Molti tifosi rimpiangono la rivalità tra Belmondo e Di Centa, crede che quella sfida abbia contribuito a rendervi più vincenti?
«Sicuramente, perché quando in una squadra ci sono più atleti che vincono, tutti i componenti sono stimolati a dare il loro meglio, non solo quando si creano rivalità. Che, poi, la rivalità c’è sempre in tutti gli ambienti sportivi quando c’è più di un leader. L’importante è che il clima sia vivace e rappresenti un accrescimento per tutti, non qualcosa di negativo».
Nei momenti duri di una gara olimpica, per un atleta cos’è più importante: la testa o il cuore?
«Entrambi, perché la testa la fa leggermente da padrone, ma il fisico ti deve supportare».

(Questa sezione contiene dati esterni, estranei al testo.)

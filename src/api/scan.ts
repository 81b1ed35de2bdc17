import { bottleCardSchema, scanResultSchema, type BottleCard, type ScanResult } from '@shared/schemas/scan';
import { request } from './http';
import { apiPath } from './paths';

/** What a label code opens (404 when it opens nothing for this user). */
export const resolveScan = (code: string): Promise<ScanResult> =>
  request('GET', apiPath('scan', code), scanResultSchema);

/** The public bottle card of a case or lot code (404 unless its cellar shows cards). */
export const fetchBottleCard = (code: string): Promise<BottleCard> =>
  request('GET', apiPath('cards', code), bottleCardSchema);
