import {
  vesselDetailSchema,
  vesselPageSchema,
  vesselSchema,
  type CleaningState,
  type Vessel,
  type VesselCreate,
  type VesselDetail,
  type VesselListQuery,
} from '@shared/schemas/vessels';
import type { MoveRequest } from '@shared/schemas/places';
import type { z } from 'zod';
import { request, requestOrQueue, cellarPath, withQuery } from './http';

const vesselPath = (cellarId: string, vesselId: string, ...rest: string[]) => cellarPath(cellarId, 'vessels', vesselId, ...rest);

export type VesselPage = z.infer<typeof vesselPageSchema>;
export interface VesselChanges {
  name?: string;
  kind?: Vessel['kind'];
  material?: Vessel['material'];
  capacityL?: number;
  notes?: string;
  expectedVersion?: number;
}

/** One page of the cellar's vessels, filtered on the server. */
export const listVessels = (cellarId: string, query: VesselListQuery = {}): Promise<VesselPage> =>
  request('GET', withQuery(cellarPath(cellarId, 'vessels'), query), vesselPageSchema);

export const createVessel = (cellarId: string, vessel: VesselCreate): Promise<Vessel> =>
  request('POST', cellarPath(cellarId, 'vessels'), vesselSchema, vessel);

/** The Vessel page's record: the vessel, headspace, last reading, sanitised-until. */
export const fetchVessel = (cellarId: string, vesselId: string): Promise<VesselDetail> =>
  request('GET', vesselPath(cellarId, vesselId), vesselDetailSchema);

export const updateVessel = (cellarId: string, vesselId: string, changes: VesselChanges): Promise<Vessel> =>
  request('PATCH', vesselPath(cellarId, vesselId), vesselSchema, changes);

/**
 * Marks an empty vessel dirty, clean or sanitised. The server refuses dirty → sanitised (409).
 * @param expectedVersion - the version shown; a different one answers 409 saying what changed
 */
export const setCleaning = (cellarId: string, vesselId: string, state: CleaningState, expectedVersion?: number): Promise<Vessel> =>
  requestOrQueue(
    'POST',
    vesselPath(cellarId, vesselId, 'cleaning'),
    vesselSchema,
    { state, expectedVersion },
    { kind: 'cleaning', label: `Marked ${state}`, cellarId },
  );

/** Retires a vessel (or brings it back into use with `retired: false`). */
export const setRetired = (cellarId: string, vesselId: string, retired: boolean, expectedVersion?: number): Promise<Vessel> =>
  request('POST', vesselPath(cellarId, vesselId, 'retirement'), vesselSchema, { retired, expectedVersion });

/** Puts the vessel into a free slot, or takes it off its shelf with `to: null`. */
export const moveVessel = (cellarId: string, vesselId: string, move: MoveRequest): Promise<Vessel> =>
  requestOrQueue('PUT', vesselPath(cellarId, vesselId, 'place'), vesselSchema, move, {
    kind: 'move',
    label: move.to ? 'Vessel moved to a slot' : 'Vessel taken off its shelf',
    cellarId,
  });

/** Deletes an empty vessel (Keeper only). */
export const deleteVessel = (cellarId: string, vesselId: string): Promise<void> => request('DELETE', vesselPath(cellarId, vesselId));
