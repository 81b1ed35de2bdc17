import { correctGravity } from '../../shared/calc';
import { calc } from '../core/calc-guard';

/**
 * The gravity corrected to the hydrometer's calibration temperature (shared/calc), or the
 * reading itself when no sample temperature was taken.
 */
export function correctedGravity(sg: number, temperatureC: number | null, calibrationC: number): number {
  return temperatureC === null ? sg : calc(() => correctGravity(sg, temperatureC, calibrationC));
}
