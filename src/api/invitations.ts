import { z } from 'zod';
import { invitationPreviewSchema, invitationSchema, type Invitation, type InvitationPreview, type InvitationSignUp } from '@shared/schemas/accounts';
import { sessionUserSchema, type SessionUser } from '@shared/schemas/auth';
import type { Role } from '@shared/roles';
import { request, apiPath, cellarPath } from './http';

/** The Keeper's side: invite, list, resend, withdraw. */
export const fetchInvitations = (cellarId: string): Promise<Invitation[]> =>
  request('GET', cellarPath(cellarId, 'invitations'), z.array(invitationSchema));

export const invite = (cellarId: string, email: string, role: Role): Promise<Invitation> =>
  request('POST', cellarPath(cellarId, 'invitations'), invitationSchema, { email, role });

export const resendInvitation = (cellarId: string, invitationId: string): Promise<Invitation> =>
  request('POST', cellarPath(cellarId, 'invitations', invitationId, 'resend'), invitationSchema);

export const revokeInvitation = (cellarId: string, invitationId: string): Promise<void> =>
  request('DELETE', cellarPath(cellarId, 'invitations', invitationId));

/** The invited person's side, with the token from the mailed link. */
export const previewInvitation = (token: string): Promise<InvitationPreview> =>
  request('POST', apiPath('auth', 'invitation', 'preview'), invitationPreviewSchema, { token });

export const acceptInvitation = (token: string): Promise<SessionUser> =>
  request('POST', apiPath('auth', 'invitation', 'accept'), sessionUserSchema, { token });

export const signUpWithInvitation = (body: InvitationSignUp): Promise<SessionUser> =>
  request('POST', apiPath('auth', 'invitation', 'sign-up'), sessionUserSchema, body);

Le Olimpiadi sono una grande occasione anche per diffondere i valori dello sport.
«Mi auguro che i Giochi portino la pace, perché ce n’è davvero bisogno, ma anche la voglia nei ragazzi e in tutti di fare sport, che può essere anche semplicemente camminare, correre, giocare a pallone. L’importante è fare movimento, perché fa bene alla salute, ma anche all’anima e alla testa».
Se non fosse stata una grande sportiva cosa avrebbe fatto nella via?
«Me lo sono chiesta tante volte, sicuramente avrei studiato, avrei fatto l’università, perché è qualcosa che mi manca. Però è una domanda a cui, davvero, non so rispondere».
Ed è naturale che Stefania Belmondo non abbia una risposta, perché per tutti i grandi talenti come lei, nella vita, esiste solo un piano A.